A ballet adaptation of Selzer's short story "Luis," made by playwright Eric Coble and choreographer Mark Tomasic of Verb Ballets, was performed in 2006 at the International Festival of Literature and Medicine, commissioned by Hiram College Center for Literature, Medicine, and Biomedical Humanities, et al. It is a dark fairytale about a scavenger in a Peruvian dump who thinks he has found a fallen star, which is instead radioactive material.

==Legacy==
When asked about his legacy, his quick reply was, "Well, my children and grandchildren, of course." He admitted that his work was read, somewhere, all over the world. "I don’t mean to do it. I just want to write. But people respond to the power of literature. It's a dangerous thing: you can sway people by the power of language and make them do things according to your will. I don’t want to do that. But my work, written decades ago, is used in some anthology or collection, and I have discovered that things I say are counted on by some people today" (Selzer to Stripling).

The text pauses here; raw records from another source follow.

import 'server-only';
import type { TraceSettings, TraceView } from '@/lib/document/attributes';
import { newBlockId } from '@/lib/document/block-id';
import type { NodeJson } from '@/lib/document/json';
import type { TraceDto } from '@/lib/schemas/entry';

/** Writing for the demonstration: blocks of a document from plain words, with `{symbol = …}` for values and `$…$` for equations. */

const inline = (text: string): NodeJson[] =>
  text.split(/(\{[^}]+\}|\$[^$]+\$)/).flatMap((part): NodeJson[] => {
    if (part === '') return [];
    if (part.startsWith('{')) {
      return [
        {
          type: 'value',
          attrs: { id: newBlockId(), source: part.slice(1, -1), unit: null, digits: null, shown: null },
        },
      ];
    }
    if (part.startsWith('$')) return [{ type: 'equation', attrs: { tex: part.slice(1, -1) } }];
    return [{ type: 'text', text: part }];
  });

const withId = () => ({ id: newBlockId() });

export const paragraph = (text: string): NodeJson => ({ type: 'paragraph', attrs: withId(), content: inline(text) });
export const heading = (text: string): NodeJson => ({
  type: 'heading',
  attrs: { ...withId(), level: 2 },
  content: inline(text),
});
export const equationBlock = (tex: string): NodeJson => ({ type: 'equationBlock', attrs: { ...withId(), tex } });
export const logLine = (at: Date, text: string): NodeJson => ({
  type: 'logLine',
  attrs: { ...withId(), at: at.toISOString().replace(/\.\d+Z$/, '+00:00') },
  content: inline(text),
});
export const caution = (by: string, at: Date): NodeJson => ({
  type: 'caution',
  attrs: { ...withId(), acknowledgedAt: at.toISOString().replace(/\.\d+Z$/, '+00:00'), acknowledgedBy: by },
});
export const checks = (lines: string[]): NodeJson => ({
  type: 'taskList',
  attrs: withId(),
  content: lines.map((line) => ({
    type: 'taskItem',
    attrs: { checked: true },
    content: [{ type: 'paragraph', attrs: { id: null }, content: inline(line) }],
  })),
});
export const table = (rows: string[][]): NodeJson => ({
  type: 'table',
  attrs: withId(),
  content: rows.map((cells, row) => ({
    type: 'tableRow',
    content: cells.map((cell) => ({
      type: row === 0 ? 'tableHeader' : 'tableCell',
      attrs: { colspan: 1, rowspan: 1, colwidth: null, align: null },
      content: [{ type: 'paragraph', attrs: { id: null }, content: inline(cell) }],
    })),
  })),
});

export type TraceWords = {
  handle: string;
  x: string;
  y: string[];
  spans?: { name: string; axis: string; intervals: [number, number][] }[];
  settings?: Partial<TraceSettings>;
  gain?: { column: string; text: string; source: string };
};

export function traceBlock(trace: TraceDto, words: TraceWords): NodeJson {
  const blank: Omit<TraceSettings, 'columns'> = {
    scanKind: null,
    sign: 'as recorded',
    signConvention: 'positive: electrons leave through the drain',
    drive: { frequency: null, waveform: null, amplitude: null, load: null, wait: null, eject: null },
    instrument: { name: null, range: null, bandwidth: null, integrationTime: null, overload: null },
    sweepDirection: null,
  };
  const settings: TraceSettings = {
    ...blank,
    ...words.settings,
    columns: trace.columns.map(({ name, symbol, unit }) => ({
      name,
      symbol,
      unit,
      gain: words.gain?.column === symbol ? { text: words.gain.text, source: words.gain.source } : null,
      offset: null,
    })),
  };
  const view: TraceView = { x: words.x, y: words.y, logX: false, logY: false, range: null };
  return {
    type: 'trace',
    attrs: { ...withId(), traceId: trace.id, handle: words.handle, settings, spans: words.spans ?? [], view },
  };
}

==Honors, fellowships, and awards==
- Columbia School of Journalism National Magazine Award (1975) for Esquire essays
- Pushcart Prize for Fiction, 1982-3 Mercy and Witness
- American Medical Writer's Assn. Book Award (1983) for Letters to a Young Doctor
- Yaddo Residencies (10), from 1977 to 1992
- Rockefeller Foundation, Bellagio Study Center Fellowship, 1979
- Guggenheim Foundation Fellowship, 1985–6
- National Endowment for the Arts Fellowship, 1988
- Pen/Faulkner Award for Fiction, semi-finalist, The Doctor Stories 1998
- The Richard Selzer Lecture, Yale Program for the Humanities in Medicine
- Knife Song Korea (2009), finalist in Fiction & Literature (Literary Fiction category of the "Best Books 2010" Awards, sponsored by USA Book News); silver medalist in 2010 Independent Publishers Book Award in Literary Fiction; 2009 Editor's Choice Award for Fiction by Foreword Magazine
- The Selzer Prize for Writing, Des Moines University, 2010 (see above)
- Honorary degrees (13), including from his alma maters, Union College (1981) and Albany Medical College (1984)
- Contributing Editor: Literature and Medicine, Bellevue Literary Review, Mediphors (A Literary Journal of the Health Humanities), et al.